Subscribe the Project Digest(by emailing lsst-weekly-join@lists.lsst.org) to receive regular news updates
Getting involved in LSST:UK
Subscribe to the lusc-announce email list: this is a low-traffic list, used to provide the LSST:UK community with announcements and news (including the monthly LSST:UK Newsletters). In particular, this list will be used to circulate further information about the expansion of data rights expected to follow from agreement of the UK’s in-kind contribution to Rubin operations, and further calls resulting from that, such as:
Proposing a LUSC Phase C DEV Work Package: we will be circulating information in the latter half of 2021 on how to seek funding to develop user-generated products as part of the LUSC Phase C programme; and
Participating in Rubin LSST Commissioning: the LSST:UK Commissioning Coordinator, Graham Smith, is currently liaising with the Rubin commissioning team, so see how UK researchers can contribute to the Rubin LSST commissioning programme. This is likely to include the chance to participate in analysis of commissioning data to characterise instrumental behaviour, which will also provide a very valuable early look at LSST data.

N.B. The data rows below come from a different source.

"""Volume sets and measured sets are kept in the workspace: listed and reopened after a reload and
after a server restart (issue 25, item 7), and the same bytes uploaded again select the set kept.

Real ``python -m webapp`` processes with a workspace file, driven by headless Chromium.  The files
are cut from the invented demo data (sample_dos/volumes, sample_dos/measured): six of the eleven
volumes, the measured points up to 100 K.  The checks are the page's own statements (names, point
and volume counts) against the files written here.
"""

from __future__ import annotations

import shutil
from pathlib import Path

import pytest
from tests.browser.waits import until
from selenium.webdriver.common.by import By

from .test_workspace import URL, _serve, _stop, browsers, text_of  # noqa: F401  (browsers is a fixture)

pytestmark = pytest.mark.browser
DEMO = Path(__file__).resolve().parents[2] / "sample_dos"


def _my_files(tmp_path):
    lines = (DEMO / "volumes" / "springium_volumes.csv").read_text().splitlines()
    rows = [line for line in lines if line.endswith(".dat")][2:8]
    manifest = tmp_path / "my_volumes.csv"
    manifest.write_text("# six volumes cut from the invented demo set\nvolume_A3,energy_eV,dos_file\n"
                        + "\n".join(rows) + "\n")
    doses = []
    for row in rows:
        name = row.split(",")[2]
        doses.append(Path(shutil.copy(DEMO / "volumes" / name, tmp_path / name)))
    measured_lines = (DEMO / "measured" / "springium_cp.csv").read_text().splitlines()
    kept = [line for line in measured_lines[3:] if float(line.split(",")[0]) <= 100.0]
    measured = tmp_path / "my_cp.csv"
    measured.write_text("\n".join(measured_lines[:3] + kept) + "\n")
    return manifest, doses, measured, len(kept)


def _chosen(driver, control):
    return text_of(driver, f"#{control}").strip()


def _volume_page_shows(driver, count):
    return (_chosen(driver, "qh-set-choice") == "my_volumes.csv" and f"{count} DOS file(s)" in text_of(driver, "#qh-set-note")
            and f"{count} (" in text_of(driver, "#qh-keys"))


def _measured_page_shows(driver, points):
    return _chosen(driver, "cal-set-choice") == "my_cp.csv" and f"my_cp.csv — {points} points" in \
        text_of(driver, "#cal-file")


def test_sets_are_listed_and_reopened_after_reload_and_restart(tmp_path, browsers):  # noqa: F811
    manifest, doses, measured, points = _my_files(tmp_path)
    w = tmp_path / "w.sqlite"
    server = _serve(w)
    try:
        driver = browsers()
        # the measured points are compared with the active DOS: make it the demo's own spring model
        driver.get(URL + "/spectrum")
        until(lambda: "springium_fcc.dat" in text_of(driver, "#sp-list"), 30)
        driver.find_element(By.CSS_SELECTOR, "#sp-dataset").click()
        until(lambda: "springium_fcc.dat" in text_of(driver, ".dash-dropdown-options"), 10)
        next(o for o in driver.find_elements(By.CSS_SELECTOR, ".dash-dropdown-options .dash-dropdown-option")
             if o.text == "springium_fcc.dat").click()
        until(lambda: text_of(driver, "#sp-list .mh-active-row").startswith("springium_fcc.dat"), 30)
        driver.get(URL + "/quasiharmonic")
        until(lambda: "springium_volumes.csv" in text_of(driver, "#qh-set-note"), 30)
        driver.find_element(By.CSS_SELECTOR, "#qh-upload input[type=file]").send_keys(
            "\n".join(str(p) for p in [manifest, *doses]))
        until(lambda: _volume_page_shows(driver, 6), 60)
        assert "kept in the workspace as my_volumes.csv" in text_of(driver, "#qh-set-note")

        driver.get(URL + "/calorimetry")
        until(lambda: "springium_cp.csv" in text_of(driver, "#cal-file"), 60)
        driver.find_element(By.CSS_SELECTOR, "#cal-upload input[type=file]").send_keys(str(measured))
        until(lambda: _measured_page_shows(driver, points), 60)

        for restart in (False, True):
            if restart:
                _stop(server)
                server = _serve(w)
            driver.get(URL + "/quasiharmonic")
            until(lambda: _volume_page_shows(driver, 6), 60)
            driver.get(URL + "/calorimetry")
            until(lambda: _measured_page_shows(driver, points), 60)

        # the same bytes again select the kept set; nothing is listed twice
        driver.find_element(By.CSS_SELECTOR, "#cal-upload input[type=file]").send_keys(str(measured))
        until(lambda: _measured_page_shows(driver, points), 30)
        driver.find_element(By.CSS_SELECTOR, "#cal-set-choice").click()
        until(lambda: "my_cp.csv" in text_of(driver, ".dash-dropdown-options"), 10)
        listed = [o.text for o in driver.find_elements(By.CSS_SELECTOR, ".dash-dropdown-options .dash-dropdown-option")]
        assert listed == ["invented demo measurement (springium)", "my_cp.csv"]
    finally:
        _stop(server)


def _cell(driver, row, column):
    return driver.find_element(By.CSS_SELECTOR, f'#qh-rows td[data-dash-row="{row}"][data-dash-column="{column}"]')


def _typed(driver, row):
    try:
        return _cell(driver, row, "volume_A3").text.strip(), _cell(driver, row, "energy_eV").text.strip()
    except Exception:  # noqa: BLE001 - table not drawn yet
        return None


def _datasets_source(driver):
    driver.get(URL + "/quasiharmonic")
    until(lambda: "springium_volumes.csv" in text_of(driver, "#qh-set-note"), 60)
    next(e for e in driver.find_elements(By.CSS_SELECTOR, "#qh-source label")
         if e.text.startswith("loaded datasets")).click()
    until(lambda: _typed(driver, 0) is not None, 30)


def test_values_typed_beside_loaded_datasets_survive_reload_and_restart(tmp_path, browsers):  # noqa: F811
    """Issue 25, item 7: a volume set built on the page from loaded datasets is kept as typed.

    The values typed are the check: they must read back the same after a reload and after a restart.
    """
    from selenium.webdriver.common.action_chains import ActionChains
    from selenium.webdriver.common.keys import Keys
    w = tmp_path / "w.sqlite"
    server = _serve(w)
    try:
        driver = browsers()
        _datasets_source(driver)
        for column, value in (("volume_A3", "16.5"), ("energy_eV", "-0.25")):
            _cell(driver, 0, column).click()
            ActionChains(driver).send_keys(value).send_keys(Keys.ENTER).perform()
        until(lambda: _typed(driver, 0) == ("16.5", "-0.25"), 30)
        until(lambda: "kept in the workspace" in text_of(driver, "#qh-rows-kept"), 30)
        for restart in (False, True):
            if restart:
                _stop(server)
                server = _serve(w)
            _datasets_source(driver)
            until(lambda: _typed(driver, 0) == ("16.5", "-0.25"), 30)
            assert _typed(driver, 1) == ("", "")          # nothing typed there, nothing invented
    finally:
        _stop(server)
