"""Security headers and the Content-Security-Policy hold in a real headless Chromium.

The dashboard is served by ``dash_duo`` (the real app); every page is visited and
Chromium's console must stay free of errors (a CSP violation is logged there as SEVERE).
"""

import pytest
import requests
from tests.browser.waits import until
from selenium.webdriver.common.by import By

from webapp.app import create_app
from webapp.pages import PAGES

pytestmark = pytest.mark.browser


def test_every_page_renders_under_the_csp_without_console_errors(dash_duo):
    dash_duo.start_server(create_app())
    r = requests.get(dash_duo.server_url + "/", timeout=10)
    csp = r.headers["Content-Security-Policy"]
    assert "script-src 'self' 'sha256-" in csp and "'unsafe-inline'" not in csp.split("script-src")[1].split(";")[0]
    assert r.headers["X-Content-Type-Options"] == "nosniff" and r.headers["X-Frame-Options"] == "DENY"
    for page in PAGES:
        dash_duo.driver.get(dash_duo.server_url + page.PATH)
        until(lambda: dash_duo.driver.find_elements(By.CSS_SELECTOR, ".mh-main h1"), timeout=20)
        dash_duo.wait_for_no_elements("._dash-loading", timeout=20)
    logs = dash_duo.get_logs()
    assert logs == [], logs
    # the policy is really enforced: an inline script injected into the page is blocked and reported
    dash_duo.driver.execute_script(
        "var s = document.createElement('script'); s.textContent = 'window.__mh_inline = 1;';"
        "document.body.appendChild(s);")
    assert dash_duo.driver.execute_script("return window.__mh_inline === undefined")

Apply for an account for the LSST:UK wiki: if you have a serious interest in the Rubin LSST and LSST:UK you probably want to have access to the wiki, as some material (e.g. scientific content in the SWG space) is available only to registered users.
Sign up to the LSST:UK Code of Conduct: all LSST:UK meetings are conducted according to this code, so attendees must have registered their adherence to it.
Talk to the Point of Contact in the science area in which you work to learn more about plans of the relevant Science Collaboration. If you have secured data rights you may then join one (or more) of the Science Collaborations.
Look at the Lasair alert broker and test its capabilities on the alert stream from the Zwicky Transient Facility.
Keep an eye out for relevant meetings and, if necessary, apply for financial support from the LSST:UK Pool Travel Fund to enable attendance.